**Task item**
For this exercise, please find the lines in the entries that include the word "NearestWord" and copy them.

**Exercise data**
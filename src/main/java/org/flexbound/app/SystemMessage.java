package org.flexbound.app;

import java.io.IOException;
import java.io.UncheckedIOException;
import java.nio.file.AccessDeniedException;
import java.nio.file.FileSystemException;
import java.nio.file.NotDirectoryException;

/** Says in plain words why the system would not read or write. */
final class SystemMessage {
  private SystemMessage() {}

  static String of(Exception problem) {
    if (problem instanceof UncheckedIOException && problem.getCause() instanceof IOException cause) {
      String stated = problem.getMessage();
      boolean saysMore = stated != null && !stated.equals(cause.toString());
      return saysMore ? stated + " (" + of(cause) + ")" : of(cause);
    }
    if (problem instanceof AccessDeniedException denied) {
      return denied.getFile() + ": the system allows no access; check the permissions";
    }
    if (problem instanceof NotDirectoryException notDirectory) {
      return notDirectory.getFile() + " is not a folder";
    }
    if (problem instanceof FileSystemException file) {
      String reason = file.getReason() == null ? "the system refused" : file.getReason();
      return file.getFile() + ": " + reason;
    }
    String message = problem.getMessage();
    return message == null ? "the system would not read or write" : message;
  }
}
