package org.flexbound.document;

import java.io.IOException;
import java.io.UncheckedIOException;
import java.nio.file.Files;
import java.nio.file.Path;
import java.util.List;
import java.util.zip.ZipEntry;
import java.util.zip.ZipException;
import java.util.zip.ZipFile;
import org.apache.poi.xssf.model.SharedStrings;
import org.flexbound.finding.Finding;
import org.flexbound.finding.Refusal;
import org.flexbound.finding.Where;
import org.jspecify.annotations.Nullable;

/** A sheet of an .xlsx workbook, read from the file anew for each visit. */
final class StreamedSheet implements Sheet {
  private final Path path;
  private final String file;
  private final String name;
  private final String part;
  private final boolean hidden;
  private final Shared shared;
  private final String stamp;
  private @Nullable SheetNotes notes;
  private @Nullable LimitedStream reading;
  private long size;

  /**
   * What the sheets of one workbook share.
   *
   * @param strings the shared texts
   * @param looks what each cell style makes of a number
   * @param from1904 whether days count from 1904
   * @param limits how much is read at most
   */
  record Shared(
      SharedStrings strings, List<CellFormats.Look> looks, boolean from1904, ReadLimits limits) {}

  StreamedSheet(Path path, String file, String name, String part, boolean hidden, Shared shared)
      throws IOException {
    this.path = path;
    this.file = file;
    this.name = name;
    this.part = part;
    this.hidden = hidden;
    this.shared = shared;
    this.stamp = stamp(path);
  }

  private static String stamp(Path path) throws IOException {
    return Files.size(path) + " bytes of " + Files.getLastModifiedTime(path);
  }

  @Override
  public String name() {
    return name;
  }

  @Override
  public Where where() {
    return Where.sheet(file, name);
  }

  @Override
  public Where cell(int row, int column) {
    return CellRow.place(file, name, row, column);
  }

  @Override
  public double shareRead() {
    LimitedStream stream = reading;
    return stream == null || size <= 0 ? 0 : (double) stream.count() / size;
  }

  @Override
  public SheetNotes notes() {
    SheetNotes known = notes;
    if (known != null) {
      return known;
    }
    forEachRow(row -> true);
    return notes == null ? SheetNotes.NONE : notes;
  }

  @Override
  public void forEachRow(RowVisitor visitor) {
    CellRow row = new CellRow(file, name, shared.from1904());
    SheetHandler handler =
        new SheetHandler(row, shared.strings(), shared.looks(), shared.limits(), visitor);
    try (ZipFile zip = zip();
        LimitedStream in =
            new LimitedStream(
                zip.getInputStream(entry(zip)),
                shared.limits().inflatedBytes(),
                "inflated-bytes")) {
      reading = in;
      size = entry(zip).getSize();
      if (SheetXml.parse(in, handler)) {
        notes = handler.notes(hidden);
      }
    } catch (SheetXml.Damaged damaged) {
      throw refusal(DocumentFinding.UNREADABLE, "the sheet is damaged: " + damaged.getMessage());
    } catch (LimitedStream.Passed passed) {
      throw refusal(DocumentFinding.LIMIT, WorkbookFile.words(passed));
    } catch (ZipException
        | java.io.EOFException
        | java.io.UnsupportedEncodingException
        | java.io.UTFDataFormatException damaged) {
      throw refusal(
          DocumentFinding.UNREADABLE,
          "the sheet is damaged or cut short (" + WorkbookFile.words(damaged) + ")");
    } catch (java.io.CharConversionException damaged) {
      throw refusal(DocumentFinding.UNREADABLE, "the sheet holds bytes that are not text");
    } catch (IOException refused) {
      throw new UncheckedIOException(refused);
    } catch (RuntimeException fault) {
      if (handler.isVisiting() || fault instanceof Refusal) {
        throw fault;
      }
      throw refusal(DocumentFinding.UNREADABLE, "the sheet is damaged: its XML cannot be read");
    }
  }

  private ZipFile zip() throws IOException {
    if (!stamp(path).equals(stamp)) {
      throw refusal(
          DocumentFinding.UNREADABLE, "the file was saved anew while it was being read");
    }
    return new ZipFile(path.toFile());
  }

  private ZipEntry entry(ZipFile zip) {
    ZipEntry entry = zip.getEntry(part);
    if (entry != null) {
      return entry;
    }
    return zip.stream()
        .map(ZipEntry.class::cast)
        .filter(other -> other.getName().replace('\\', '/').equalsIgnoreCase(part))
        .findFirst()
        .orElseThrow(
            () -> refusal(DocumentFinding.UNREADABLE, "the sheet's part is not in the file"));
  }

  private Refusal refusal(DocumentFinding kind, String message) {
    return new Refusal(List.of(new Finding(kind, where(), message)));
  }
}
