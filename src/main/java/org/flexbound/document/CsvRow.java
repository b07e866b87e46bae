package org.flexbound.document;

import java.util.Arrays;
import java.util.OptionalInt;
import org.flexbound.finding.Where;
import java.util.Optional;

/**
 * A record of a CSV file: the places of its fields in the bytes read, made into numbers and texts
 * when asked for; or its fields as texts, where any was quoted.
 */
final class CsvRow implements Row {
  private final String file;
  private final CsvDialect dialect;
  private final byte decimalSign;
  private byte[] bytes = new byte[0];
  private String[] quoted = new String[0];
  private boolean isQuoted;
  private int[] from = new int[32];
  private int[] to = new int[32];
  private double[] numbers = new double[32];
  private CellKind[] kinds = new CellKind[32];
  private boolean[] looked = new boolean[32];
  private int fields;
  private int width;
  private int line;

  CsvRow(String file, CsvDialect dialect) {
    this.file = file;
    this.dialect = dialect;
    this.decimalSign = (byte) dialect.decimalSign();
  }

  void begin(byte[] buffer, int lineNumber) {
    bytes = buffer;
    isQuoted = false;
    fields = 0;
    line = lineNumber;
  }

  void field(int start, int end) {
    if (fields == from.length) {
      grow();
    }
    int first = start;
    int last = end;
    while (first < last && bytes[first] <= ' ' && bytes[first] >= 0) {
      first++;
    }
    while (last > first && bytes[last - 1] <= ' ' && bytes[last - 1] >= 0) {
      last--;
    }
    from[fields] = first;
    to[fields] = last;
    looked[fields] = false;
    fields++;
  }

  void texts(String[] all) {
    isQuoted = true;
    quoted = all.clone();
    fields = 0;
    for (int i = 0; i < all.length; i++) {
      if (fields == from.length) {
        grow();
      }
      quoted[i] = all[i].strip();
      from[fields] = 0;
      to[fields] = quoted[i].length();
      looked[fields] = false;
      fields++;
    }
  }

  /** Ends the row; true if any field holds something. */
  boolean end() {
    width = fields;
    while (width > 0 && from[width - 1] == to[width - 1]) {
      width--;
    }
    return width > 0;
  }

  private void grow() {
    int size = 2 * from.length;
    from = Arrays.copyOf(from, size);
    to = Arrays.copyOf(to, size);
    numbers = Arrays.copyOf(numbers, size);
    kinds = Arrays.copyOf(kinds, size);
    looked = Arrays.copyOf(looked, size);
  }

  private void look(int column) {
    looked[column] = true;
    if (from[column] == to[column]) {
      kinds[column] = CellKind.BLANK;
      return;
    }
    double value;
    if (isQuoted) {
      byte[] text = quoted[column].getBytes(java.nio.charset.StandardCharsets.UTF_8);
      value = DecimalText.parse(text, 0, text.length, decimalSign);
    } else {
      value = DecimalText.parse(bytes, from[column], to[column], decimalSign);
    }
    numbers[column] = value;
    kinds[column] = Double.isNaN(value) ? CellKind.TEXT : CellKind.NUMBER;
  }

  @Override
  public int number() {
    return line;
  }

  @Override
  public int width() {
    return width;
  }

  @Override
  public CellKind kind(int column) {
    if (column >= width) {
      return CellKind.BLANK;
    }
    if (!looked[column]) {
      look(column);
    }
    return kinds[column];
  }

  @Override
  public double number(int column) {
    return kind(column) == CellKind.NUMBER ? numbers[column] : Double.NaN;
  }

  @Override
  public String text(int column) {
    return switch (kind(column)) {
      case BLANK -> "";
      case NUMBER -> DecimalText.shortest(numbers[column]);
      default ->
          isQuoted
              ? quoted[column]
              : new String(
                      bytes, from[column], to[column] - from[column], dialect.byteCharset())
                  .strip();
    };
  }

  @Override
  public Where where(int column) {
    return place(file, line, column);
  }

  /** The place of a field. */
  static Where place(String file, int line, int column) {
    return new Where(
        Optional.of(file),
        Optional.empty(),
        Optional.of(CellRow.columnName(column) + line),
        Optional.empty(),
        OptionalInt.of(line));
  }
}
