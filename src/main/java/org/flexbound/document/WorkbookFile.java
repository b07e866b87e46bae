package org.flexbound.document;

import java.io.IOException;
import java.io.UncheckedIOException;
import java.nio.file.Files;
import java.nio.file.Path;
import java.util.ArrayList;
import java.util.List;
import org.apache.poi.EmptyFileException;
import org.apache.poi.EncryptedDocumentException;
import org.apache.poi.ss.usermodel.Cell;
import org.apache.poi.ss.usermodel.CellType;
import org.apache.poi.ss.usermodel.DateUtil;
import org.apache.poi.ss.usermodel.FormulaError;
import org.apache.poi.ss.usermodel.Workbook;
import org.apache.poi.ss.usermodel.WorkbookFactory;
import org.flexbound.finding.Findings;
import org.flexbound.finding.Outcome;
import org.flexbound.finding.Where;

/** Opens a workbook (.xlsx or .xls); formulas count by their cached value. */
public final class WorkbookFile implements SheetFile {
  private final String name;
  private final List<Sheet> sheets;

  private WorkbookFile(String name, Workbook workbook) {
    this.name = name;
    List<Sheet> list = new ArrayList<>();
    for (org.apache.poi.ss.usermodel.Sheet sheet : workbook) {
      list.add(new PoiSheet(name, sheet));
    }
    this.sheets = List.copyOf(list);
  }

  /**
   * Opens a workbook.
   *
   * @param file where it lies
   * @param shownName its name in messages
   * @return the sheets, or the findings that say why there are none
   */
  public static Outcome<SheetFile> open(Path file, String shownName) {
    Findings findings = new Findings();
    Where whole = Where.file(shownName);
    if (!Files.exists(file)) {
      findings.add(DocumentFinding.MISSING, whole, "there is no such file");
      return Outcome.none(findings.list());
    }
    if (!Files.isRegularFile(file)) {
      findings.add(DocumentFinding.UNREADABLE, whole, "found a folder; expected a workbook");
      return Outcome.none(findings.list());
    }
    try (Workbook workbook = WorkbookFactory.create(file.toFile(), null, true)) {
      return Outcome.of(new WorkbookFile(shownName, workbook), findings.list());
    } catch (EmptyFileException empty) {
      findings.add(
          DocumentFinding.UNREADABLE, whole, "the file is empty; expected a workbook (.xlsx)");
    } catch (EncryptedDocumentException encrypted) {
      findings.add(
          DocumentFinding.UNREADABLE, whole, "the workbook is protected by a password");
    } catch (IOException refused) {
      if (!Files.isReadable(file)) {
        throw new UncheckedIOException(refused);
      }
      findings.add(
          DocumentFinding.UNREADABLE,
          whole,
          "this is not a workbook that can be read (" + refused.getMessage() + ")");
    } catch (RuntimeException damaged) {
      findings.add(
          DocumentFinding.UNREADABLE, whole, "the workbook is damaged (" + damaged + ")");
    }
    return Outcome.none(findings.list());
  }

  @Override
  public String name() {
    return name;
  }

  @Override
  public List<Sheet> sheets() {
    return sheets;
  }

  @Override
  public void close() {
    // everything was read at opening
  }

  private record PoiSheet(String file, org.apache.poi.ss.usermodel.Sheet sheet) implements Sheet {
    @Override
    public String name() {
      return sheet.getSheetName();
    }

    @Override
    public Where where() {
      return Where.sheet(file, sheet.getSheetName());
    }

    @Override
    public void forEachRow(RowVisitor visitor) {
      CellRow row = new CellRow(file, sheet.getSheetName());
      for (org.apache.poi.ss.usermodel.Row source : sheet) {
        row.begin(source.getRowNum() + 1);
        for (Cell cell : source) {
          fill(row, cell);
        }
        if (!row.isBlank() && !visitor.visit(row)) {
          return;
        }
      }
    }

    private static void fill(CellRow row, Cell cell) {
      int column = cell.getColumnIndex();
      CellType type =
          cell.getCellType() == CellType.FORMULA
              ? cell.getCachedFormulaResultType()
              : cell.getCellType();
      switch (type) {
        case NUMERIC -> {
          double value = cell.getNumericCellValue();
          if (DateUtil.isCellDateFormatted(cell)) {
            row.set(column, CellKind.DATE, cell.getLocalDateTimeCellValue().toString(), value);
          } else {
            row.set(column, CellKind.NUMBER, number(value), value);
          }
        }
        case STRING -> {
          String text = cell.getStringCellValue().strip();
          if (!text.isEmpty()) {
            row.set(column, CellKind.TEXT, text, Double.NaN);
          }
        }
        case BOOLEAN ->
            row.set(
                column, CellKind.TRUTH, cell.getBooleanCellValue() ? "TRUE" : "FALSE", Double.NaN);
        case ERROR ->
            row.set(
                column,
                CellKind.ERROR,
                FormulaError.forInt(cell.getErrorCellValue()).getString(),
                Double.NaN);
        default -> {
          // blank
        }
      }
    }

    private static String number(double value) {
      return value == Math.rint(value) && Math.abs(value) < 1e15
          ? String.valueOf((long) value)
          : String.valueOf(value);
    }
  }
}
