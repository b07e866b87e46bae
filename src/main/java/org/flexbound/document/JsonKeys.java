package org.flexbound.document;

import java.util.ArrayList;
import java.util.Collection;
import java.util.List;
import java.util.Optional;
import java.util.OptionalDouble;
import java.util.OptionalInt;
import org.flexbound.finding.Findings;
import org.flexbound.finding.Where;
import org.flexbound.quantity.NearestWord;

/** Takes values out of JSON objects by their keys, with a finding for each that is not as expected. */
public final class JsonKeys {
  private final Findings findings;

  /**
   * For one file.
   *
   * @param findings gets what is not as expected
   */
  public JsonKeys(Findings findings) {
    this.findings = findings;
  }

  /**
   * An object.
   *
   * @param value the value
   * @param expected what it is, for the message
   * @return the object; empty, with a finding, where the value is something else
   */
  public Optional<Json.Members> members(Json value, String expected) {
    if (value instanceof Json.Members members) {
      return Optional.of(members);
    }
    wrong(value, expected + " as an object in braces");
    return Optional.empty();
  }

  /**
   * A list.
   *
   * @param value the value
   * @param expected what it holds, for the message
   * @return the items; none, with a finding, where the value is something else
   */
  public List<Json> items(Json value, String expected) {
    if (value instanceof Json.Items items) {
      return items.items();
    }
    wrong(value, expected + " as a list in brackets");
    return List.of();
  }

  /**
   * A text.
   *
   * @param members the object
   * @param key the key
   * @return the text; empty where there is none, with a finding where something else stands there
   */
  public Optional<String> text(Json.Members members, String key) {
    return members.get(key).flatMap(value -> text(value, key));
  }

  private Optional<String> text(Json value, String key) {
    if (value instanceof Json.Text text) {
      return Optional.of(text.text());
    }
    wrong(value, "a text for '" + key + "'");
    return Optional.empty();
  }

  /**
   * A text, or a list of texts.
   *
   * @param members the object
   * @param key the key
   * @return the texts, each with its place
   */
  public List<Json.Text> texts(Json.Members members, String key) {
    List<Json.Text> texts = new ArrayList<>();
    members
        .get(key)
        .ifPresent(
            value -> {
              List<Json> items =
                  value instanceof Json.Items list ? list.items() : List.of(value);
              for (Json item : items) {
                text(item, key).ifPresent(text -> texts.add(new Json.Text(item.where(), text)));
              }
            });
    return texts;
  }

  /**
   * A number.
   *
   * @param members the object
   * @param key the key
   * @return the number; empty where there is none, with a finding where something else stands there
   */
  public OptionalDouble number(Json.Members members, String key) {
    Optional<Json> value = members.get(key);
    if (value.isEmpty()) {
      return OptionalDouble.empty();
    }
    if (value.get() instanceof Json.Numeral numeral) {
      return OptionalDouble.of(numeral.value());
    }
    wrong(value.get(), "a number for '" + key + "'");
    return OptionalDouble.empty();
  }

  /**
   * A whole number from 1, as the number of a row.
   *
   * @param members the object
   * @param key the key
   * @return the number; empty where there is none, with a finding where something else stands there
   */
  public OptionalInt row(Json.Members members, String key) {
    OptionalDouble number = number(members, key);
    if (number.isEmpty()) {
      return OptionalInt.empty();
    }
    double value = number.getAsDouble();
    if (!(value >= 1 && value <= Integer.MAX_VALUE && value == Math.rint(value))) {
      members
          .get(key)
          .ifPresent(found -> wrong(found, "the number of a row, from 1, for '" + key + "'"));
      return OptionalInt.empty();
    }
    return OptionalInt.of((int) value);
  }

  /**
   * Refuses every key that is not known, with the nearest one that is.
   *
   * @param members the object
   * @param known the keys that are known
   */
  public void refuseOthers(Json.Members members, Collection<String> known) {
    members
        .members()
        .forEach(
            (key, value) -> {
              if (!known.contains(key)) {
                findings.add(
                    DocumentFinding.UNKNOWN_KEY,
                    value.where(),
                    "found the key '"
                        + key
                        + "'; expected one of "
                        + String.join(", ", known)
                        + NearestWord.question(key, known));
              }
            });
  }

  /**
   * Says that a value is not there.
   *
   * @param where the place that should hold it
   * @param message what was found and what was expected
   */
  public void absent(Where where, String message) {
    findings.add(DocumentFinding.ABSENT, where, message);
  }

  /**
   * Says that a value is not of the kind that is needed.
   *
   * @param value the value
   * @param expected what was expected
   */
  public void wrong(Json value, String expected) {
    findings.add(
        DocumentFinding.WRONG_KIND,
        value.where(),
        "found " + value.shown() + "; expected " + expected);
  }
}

**Exercise output**
import org.flexbound.quantity.NearestWord;
                        + NearestWord.question(key, known));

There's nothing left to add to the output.